• **Exercise details**: Please give the data again in full, precisely as it is written.

• • • • • • •

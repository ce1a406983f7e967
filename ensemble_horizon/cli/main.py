"""The command ``ensemble-horizon`` and its subcommands, each loaded only when it is called."""

from __future__ import annotations

import gc
import importlib
from typing import Any

import click

# name: (module, one line of help); modules load late because numerical libraries are slow to load.
COMMANDS = {
    "survey": ("ensemble_horizon.cli.survey", "Say what is there, missing or suspect in the runs."),
    "estimate": (
        "ensemble_horizon.cli.estimate",
        "Measure spread and growth, and place the limits.",
    ),
    "brief": ("ensemble_horizon.cli.brief", "Make the briefing page and its sheet of paper."),
    "nightly": (
        "ensemble_horizon.cli.nightly",
        "All of it for the newest start: survey to briefing and archive.",
    ),
    "compare": ("ensemble_horizon.cli.compare", "Say what one version gains over another."),
    "verify": (
        "ensemble_horizon.cli.verify",
        "Score past runs against analyses and observations.",
    ),
    "reach": ("ensemble_horizon.cli.reach", "Say what a smaller initial error would buy."),
    "toy": ("ensemble_horizon.cli.toy", "List, run and measure toy systems of known limits."),
}


class LateGroup(click.Group):
    """A group whose subcommands are imported when they are called."""

    def list_commands(self, ctx: click.Context) -> list[str]:
        """Names in the order of the work."""
        return list(COMMANDS)

    def get_command(self, ctx: click.Context, cmd_name: str) -> click.Command | None:
        """The subcommand of that name, or None."""
        if cmd_name not in COMMANDS:
            return None
        command: click.Command = importlib.import_module(COMMANDS[cmd_name][0]).command
        return command

    def format_commands(self, ctx: click.Context, formatter: click.HelpFormatter) -> None:
        """List the subcommands without loading them."""
        with formatter.section("Commands"):
            formatter.write_dl([(name, text) for name, (_, text) in COMMANDS.items()])


@click.group(cls=LateGroup, context_settings={"help_option_names": ["-h", "--help"]})
@click.version_option(package_name="ensemble-horizon")
def group() -> None:
    """Lead-time limits of ensemble forecasts: how long the runs are worth acting on.

    A horizon is a statement about a model, not a warning. Decisions that touch safety go by
    official warnings, local rules and the qualified forecaster on duty.
    """


def main(arguments: list[str] | None = None) -> Any:
    """Run the command line; the entry point of the package."""
    try:
        return group.main(args=arguments, prog_name="ensemble-horizon")
    finally:
        gc.freeze()  # the process ends: searching all loaded libraries for cycles takes its time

• • • • • • •

• **Task result**:
repository ce1a406983f7e967
filename ensemble_horizon/cli/main.py
"""The command ``ensemble-horizon`` and its subcommands, each loaded only when it is called."""

from __future__ import annotations

import gc
import importlib
from typing import Any

import click

# name: (module, one line of help); modules load late because numerical libraries are slow to load.
COMMANDS = {
    "survey": ("ensemble_horizon.cli.survey", "Say what is there, missing or suspect in the runs."),
    "estimate": (
        "ensemble_horizon.cli.estimate",
        "Measure spread and growth, and place the limits.",
    ),
    "brief": ("ensemble_horizon.cli.brief", "Make the briefing page and its sheet of paper."),
    "nightly": (
        "ensemble_horizon.cli.nightly",
        "All of it for the newest start: survey to briefing and archive.",
    ),
    "compare": ("ensemble_horizon.cli.compare", "Say what one version gains over another."),
    "verify": (
        "ensemble_horizon.cli.verify",
        "Score past runs against analyses and observations.",
    ),
    "reach": ("ensemble_horizon.cli.reach", "Say what a smaller initial error would buy."),
    "toy": ("ensemble_horizon.cli.toy", "List, run and measure toy systems of known limits."),
}


class LateGroup(click.Group):
    """A group whose subcommands are imported when they are called."""

    def list_commands(self, ctx: click.Context) -> list[str]:
        """Names in the order of the work."""
        return list(COMMANDS)

    def get_command(self, ctx: click.Context, cmd_name: str) -> click.Command | None:
        """The subcommand of that name, or None."""
        if cmd_name not in COMMANDS:
            return None
        command: click.Command = importlib.import_module(COMMANDS[cmd_name][0]).command
        return command

    def format_commands(self, ctx: click.Context, formatter: click.HelpFormatter) -> None:
        """List the subcommands without loading them."""
        with formatter.section("Commands"):
            formatter.write_dl([(name, text) for name, (_, text) in COMMANDS.items()])


@click.group(cls=LateGroup, context_settings={"help_option_names": ["-h", "--help"]})
@click.version_option(package_name="ensemble-horizon")
def group() -> None:
    """Lead-time limits of ensemble forecasts: how long the runs are worth acting on.

    A horizon is a statement about a model, not a warning. Decisions that touch safety go by
    official warnings, local rules and the qualified forecaster on duty.
    """


def main(arguments: list[str] | None = None) -> Any:
    """Run the command line; the entry point of the package."""
    try:
        return group.main(args=arguments, prog_name="ensemble-horizon")
    finally:
        gc.freeze()  # the process ends: searching all loaded libraries for cycles takes its time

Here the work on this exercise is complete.